5 Parenting Techniques We Can Learn From Animals

We read endless theories and try many different methods in a bid to perfect our parenting techniques – but is it time to simplify things? Perhaps we should be looking to the natural world for inspiration.


Raising our children isn’t easy – successful parenting takes effort and patience, and there are challenges around every corner. There are always new parenting techniques to try, and we embrace them all – often confusing both ourselves and our children in the process.

If you watch animals with their offspring, parenting seems much simpler. Behaviour is passed down from generation to generation, and the young quickly understand what’s expected of them.

So what lessons we can take from the animal kingdom when it comes to parenting our own kids?

1Show children how they should behave

One of the most important factors of successful parenting is consistency – and that’s exactly what happens in the animal world. The young copy their mothers, quickly learning the behaviour and skills they need to survive. There’s no such thing as a mixed message.

A calm, easy-going cow tends to have a calm, easy-going calf. It watches its mother’s behaviour, copies it, and quickly fits in with the rest of the herd. When foxes rough-and-tumble with their cubs during play, there’s a serious purpose – they’re teaching them how to defend themselves. When a horse stands and licks her foal as it stands contentedly by her side, she’s showing it how to care for another.

We can transfer this to our own world, teaching our children by example and ensuring our messages are clear and non-conflicting.

2Discipline is important

You’ll see a mother dog nip her pups when they get a little too boisterous. A cat will growl at her kittens, a cow butts her calf with her head. They’re not being aggressive – they’re just letting their young know they need to stop whatever it is they’re doing.

With human children, discipline can be a contentious issue and is often confused with punishment. Parents might take away a favourite toy or impose a time-out for bad behaviour, but then give in when their child becomes upset – they don’t want to be ‘the bad guy’.

That doesn’t happen in the animal kingdom. Discipline is about setting boundaries, showing your child what is acceptable and unacceptable, and teaching them how to stay safe. Our children need this guidance while they try and make sense of the world they live in.

3Don’t forget to play

We’re born with an innate sense of fun. A baby will gurgle happily when you tickle his, or her, tummy, or squeal with delight as you give chase on all fours.

The same is true in the animal kingdom – lambs jump and gambol around each other; kittens and puppies will play-fight with their siblings. And, if you watch, you’ll see their mothers sometimes join in – for nothing more than the sheer joy of it.

As we grow, we have other responsibilities – we work, we study, we keep house – and it’s easy to lose touch with our playful side. But we shouldn’t – it’s important to show our children we still have a zest for life, even when we’re shouldering grown-up burdens.

4We are our child’s greatest influence

After an animal gives birth, she looks after her young without help.
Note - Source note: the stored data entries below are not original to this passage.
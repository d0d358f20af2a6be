"""The version, as it stands in every answer; pyproject.toml says the same, and a test holds them together."""

from typing import Final

VERSION: Final = "0.1.0"
ENGINE: Final = f"halfturn {VERSION}"
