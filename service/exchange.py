"""From a question document to its answer document: the one way, for the service and for the command."""

import json
from dataclasses import fields
from functools import cache
from typing import Any, Final

from schemas.blocks import BlockForm, ComplexPair, PolynomialForm, Root
from schemas.digest import question_digest
from schemas.question import SentQuestion, read_question
from service.analysis.question import Block, ComplexRoot, PolynomialBlock, Question, RootBlock
from service.execution import analyse
from service.settings import Limits
from service.version import ENGINE

DEFAULT_LIMITS = Limits()


def answer_document(
    document: object, limits: Limits = DEFAULT_LIMITS, *, wait: bool = True
) -> dict[str, Any]:
    """Answer the question ``document`` (as `schemas.reader.read_json` gives it) with the answer document.

    Raises `schemas.question.InvalidQuestion` where it is no valid question, the errors of
    `service.analysis.errors` where it has no answer, and `service.execution.Busy` where ``wait`` is
    false and another analysis is under way.
    """
    sent = read_question(document, limits.question)
    found = plain(analyse(analysed(sent), limits.polynomial_bits, wait=wait))
    loop = found["loop"]
    return {
        "loop": {"name": sent.name, **loop, "sample_time_s": None, "dead_time_s": "0"},
        "open_loop": found["open_loop"],
        "edges": found["edges"],
        "bands": found["bands"],
        "commissioned": found["commissioned"],
        "curve": None,
        "root_paths": None,
        "step_response": None,
        "acceptance": None,
        "evidence": found["evidence"],
        "summary": found["summary"],
        "cautions": found["cautions"],
        "question_digest": question_digest(sent),
        "engine": ENGINE,
    }


def json_bytes(document: object) -> bytes:
    """Write ``document`` as the service sends it: UTF-8 JSON, half a surrogate pair as its escape."""
    return _WRITER.encode(document).encode("utf-8", "backslashreplace")


# A NaN that reached the wire would be no JSON: better a failure than that.
_WRITER = json.JSONEncoder(ensure_ascii=False, allow_nan=False)


def analysed(sent: SentQuestion) -> Question:
    """Put the question sent in the analysis' own terms."""
    return Question(
        blocks=tuple(_block(block) for block in sent.blocks),
        gain=sent.gain,
        feedback=sent.feedback,
        detour=sent.detour,
        gain_window=sent.gain_window,
        evidence=sent.evidence,
    )


def _block(block: BlockForm) -> Block:
    if isinstance(block, PolynomialForm):
        return PolynomialBlock(block.numerator, block.denominator)
    return RootBlock(
        tuple(_root(root) for root in block.zeros), tuple(_root(root) for root in block.poles), block.factor
    )


def _root(root: Root) -> Any:
    return ComplexRoot(root.re, root.im) if isinstance(root, ComplexPair) else root


def plain(value: Any) -> Any:
    """Turn dataclasses into dicts of their fields and tuples into lists, all the way down."""
    kind: Any = type(value)
    if kind in _LEAVES:
        return value
    if kind is tuple:
        return [plain(each) for each in value]
    return {name: plain(getattr(value, name)) for name in _names(kind)}


_LEAVES: Final = frozenset({str, float, int, bool, type(None)})


@cache
def _names(kind: Any) -> tuple[str, ...]:
    return tuple(field.name for field in fields(kind))
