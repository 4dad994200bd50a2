'use server'
import type { Route } from 'next'
import { headers } from 'next/headers'
import { redirect } from 'next/navigation'
import { callerAddress } from '@/lib/server/http/caller-address'
import { runAction } from '@/lib/server/http/run-action'
import { changePassword } from '@/lib/server/people/change-password'
import { requireContext } from '@/lib/server/people/require-context'
import { readSessionSecret } from '@/lib/server/people/session'
import { signOut } from '@/lib/server/people/sign-out'

/** What the password form shows after an attempt. */
export interface PasswordState {
  isDone: boolean
  /** What is wrong as a whole; null when each fault stands at its field. */
  error: string | null
  fields: { current?: string; next?: string; again?: string }
}

const textOf = (form: FormData, name: string) => {
  const value = form.get(name)
  return typeof value === 'string' ? value : ''
}

/** Gives the person a new password; their other devices are signed out. */
export async function changePasswordAction(_before: PasswordState, form: FormData): Promise<PasswordState> {
  const context = await requireContext('member')
  const [current, next, again] = [textOf(form, 'current'), textOf(form, 'next'), textOf(form, 'again')]
  if (next !== again) return { isDone: false, error: null, fields: { again: 'The two new passwords differ.' } }
  const request = { address: callerAddress(await headers()), secret: (await readSessionSecret()) ?? '' }
  const answer = await runAction('change password', () => changePassword(context, { current, next, ...request }))
  if (answer.ok) return { isDone: true, error: null, fields: {} }
  const fields = Object.fromEntries((answer.error.problems ?? []).map(({ path, message }) => [String(path[0]), message]))
  return { isDone: false, error: Object.keys(fields).length > 0 ? null : answer.error.message, fields }
}

/** Ends the session of this browser. */
export async function signOutAction(): Promise<void> {
  await signOut()
  redirect('/sign-in' as Route)
}
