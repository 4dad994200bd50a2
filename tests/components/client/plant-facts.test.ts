import { describe, expect, it } from 'vitest'
import { aboutLength, monthWords, plantFacts } from '@/components/client/plant-facts'
import { hrefOf, readShown } from '@/components/client/view-state'
import { ordinaryBed, placementOf, plantOf, sheetOf } from '../../lib/drawing/scenes'

const plain = (text: string) => text.replaceAll('\u00a0', ' ')

describe('what a client reads of a plant', () => {
  it('gives lengths as one says them', () => {
    expect([0.2, 15.4, 23.4, 24, 50, 78].map((length) => plain(aboutLength(length)))).toEqual(['1 in', '15 in', '23 in', '2 ft', '4 ft 3 in', '6 ft 6 in'])
  })

  it('gives months in a row as a span, also over the new year', () => {
    expect(monthWords([5])).toBe('May')
    expect(monthWords([5, 6])).toBe('May and June')
    expect(monthWords([12, 1, 2])).toBe('December to February')
    expect(monthWords([4, 5, 9])).toBe('April, May and September')
  })

  it('lists each plant once with its key and number, without those that go', () => {
    const facts = plantFacts(ordinaryBed())
    expect(facts.map(({ key }) => key)).toEqual(['A', 'B', 'C', 'D'])
    expect(facts.map(({ count }) => count)).toEqual([2, 2, 2, 6])
    expect(plantFacts(sheetOf([placementOf('a', 60, 60, { status: 'goes' })]))).toEqual([])
  })

  it('says what is kept clipped, and what stays', () => {
    const facts = plantFacts(sheetOf([placementOf('a', 60, 60, { kept: { height: 34 } })], [plantOf()]))
    expect(plain(facts[0]!.remark)).toBe('We keep it clipped at 2 ft 9 in.')
    expect(plantFacts(sheetOf([placementOf('a', 60, 60, { status: 'stays' })]))[0]!.remark).toBe('Already here, and it stays.')
  })
})

describe('the address of what is shown', () => {
  it('reads back what it wrote', () => {
    const shown = { year: 5, season: 'winter' as const, part: '0.2' }
    expect(readShown(Object.fromEntries(new URLSearchParams(hrefOf(shown))))).toEqual(shown)
  })

  it('is the tenth summer, whole, for anything it does not understand', () => {
    const asked = { year: 10, season: 'summer', part: null }
    for (const query of [{}, { year: 'x' }, { year: '-1' }, { year: '21' }, { year: '2.5' }, { season: 'mud' }, { part: '<b>' }, { year: ['a', '3'] }]) {
      expect(readShown(query)).toEqual(asked)
    }
  })
})
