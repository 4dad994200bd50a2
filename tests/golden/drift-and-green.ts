/**
 * Eight of one plant in a row, the first four a drift. Expected 24 across.
 *
 *   y 48    g1  g2  g3      g4  g5  g6  g7  g8
 *   x       40  64  88     130 154 178 202 226
 *           '---- drift ----'
 *
 * g4 stands 42 from g3, its nearest mate: 6 more than 1.5 x 24. The others stand 24 apart.
 * The drift is of four: an even number.
 * g1, g2, g3 are one mass. Between g3 and g4 there is a gap. From g4 on five touch and look alike, g4 alone of the drift: five.
 */
import type { Expected } from './expected'

export const rules = ['open-drift', 'odd-drift', 'same-green']

export const expected: Expected[] = [
  { rule: 'open-drift', kind: 'note', placements: ['g4'], feature: null, limit: 36, measured: [null, 42, null], excess: 6, year: null },
  { rule: 'odd-drift', kind: 'note', placements: ['g1', 'g2', 'g3', 'g4'], feature: 'b1', measured: [null, 4, null], excess: 0, year: null },
  { rule: 'same-green', kind: 'note', placements: [], feature: 'b1', limit: 3, measured: [null, 5, null], excess: 0, year: null },
]
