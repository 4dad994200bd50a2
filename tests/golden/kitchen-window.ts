/**
 * A kitchen window, two round shrubs and a column. Wall along y = 0, soil falling 0.05 in per inch, gutter 110, overhang 16.
 *
 *   z 110 ________________________________________ gutter
 *      92        +------------+
 *                |  Kitchen   |               |  a3
 *      38        +------------+               |  column
 *                     a1           a2         |
 *       0 ____________()__________()__________|___
 *      x 0       60   96    132   150        200   240
 *
 *      y 0  ==================== wall ====================
 *      30                                     a3
 *      36                          a2
 *      40              a1
 *      96  -------------------- edge of bed ---------------
 *
 * Round shrub: dome, 36 / 48 / 60 tall and 40 / 48 / 56 wide (low / expected / high).
 *
 * a1, y 40: soil -2, under the window (dx 0). Tops 34, 46, 58 against a sill of 38: two of three bounds, a risk of 20 in.
 *   Wall: 40 - 20, 24, 28 = 20, 16, 12: the last is the gap exactly, so it holds.
 *   Year: high 18 + 42 q = 40.01 at k = 14/42, no lag: q 0.52405, t 2.227. Expected 18 + 30 q = 40.01 at k = 10/30, lag 1:
 *   q 0.73367, t 4.969. Low never.
 * a2, y 36: soil -1.8, 18 in right of the window. A dome of radius r reaches out 18 up to h sqrt(1 - (18/r)^2):
 *   36 x 0.43589, 48 x 0.66144, 60 x 0.76599, less 1.8: 13.892, 29.949, 44.159. Only the high bound passes 38, by 6.159.
 *   Wall: 36 - 20, 24, 28 = 16, 12, 8: only the high bound, 4 short. 9 + 19 q = 24.01: q 0.79, t 4.682 in all three places.
 * a1 and a2 stand 54.148 apart: 55.9998 together at most, 1.852 over, 3.3 % of 56: under a tenth.
 * a3, y 30: column 96 / 108 / 120 tall, 30 / 33 / 36 wide, soil -1.5. It reaches the gutter's edge where its radius is
 *   30 - 16 = 14 at least: v = sqrt(1 - (14/r)^2), u = 0.8 + 0.2 v: 0.87180, 0.90584, 0.92571 of its height, less 1.5:
 *   82.193, 96.331, 109.585. Limit 110 - 12 = 98: the high bound, by 11.585. Wall 30 - 18 = 12: holds.
 */
import type { Expected } from './expected'

export const expected: Expected[] = [
  { rule: 'sill', kind: 'risk', placements: ['a1'], feature: 'w1', limit: 38, measured: [34, 46, 58], excess: 20, year: [2.227, 4.969, 4.969] },
  { rule: 'gutter', kind: 'risk', placements: ['a3'], feature: null, limit: 98, measured: [82.193, 96.331, 109.585], excess: 11.585 },
  { rule: 'sill', kind: 'risk', placements: ['a2'], feature: 'w1', limit: 38, measured: [13.892, 29.949, 44.159], excess: 6.159, year: [6.61, 6.61, 6.61] },
  { rule: 'wall-gap', kind: 'risk', placements: ['a2'], feature: null, limit: 12, measured: [16, 12, 8], excess: 4, year: [4.682, 4.682, 4.682] },
]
She feeds them, teaches them, disciplines them. If necessary, she hides them away so they are safe from predators.

This isn’t practical in our world – many parents need to work, for example – but we should never underestimate our role in their lives. Our kids may be in day-care, but that doesn’t mean we abdicate responsibility for teaching them social and practical skills.

Instead, it’s even more important to make the most of the time we have – to play, to guide their behaviour, to show them how to use cutlery or put on their own shoes.

5Our children are more important than anything else in the world

Before my own children were born, I didn’t fully understand the truth of the phrase: “I’d die to protect my kids.” I do now.

The absolute and unconditional love I have for them means that, if they were under threat, I’d willingly sacrifice myself to save them – or, if necessary, kill to protect them. It’s instinctive.

It’s the same in the animal world. If a mother sees you as a threat to her babies, she’ll attack. Preserving their lives is the most important thing in the world to her.

This isn’t a lesson we consciously learn, but watching it in action reminds us how precious our children are. Our job as parents is to nurture them, to ensure they grow up as independent adults and valuable members of their communities.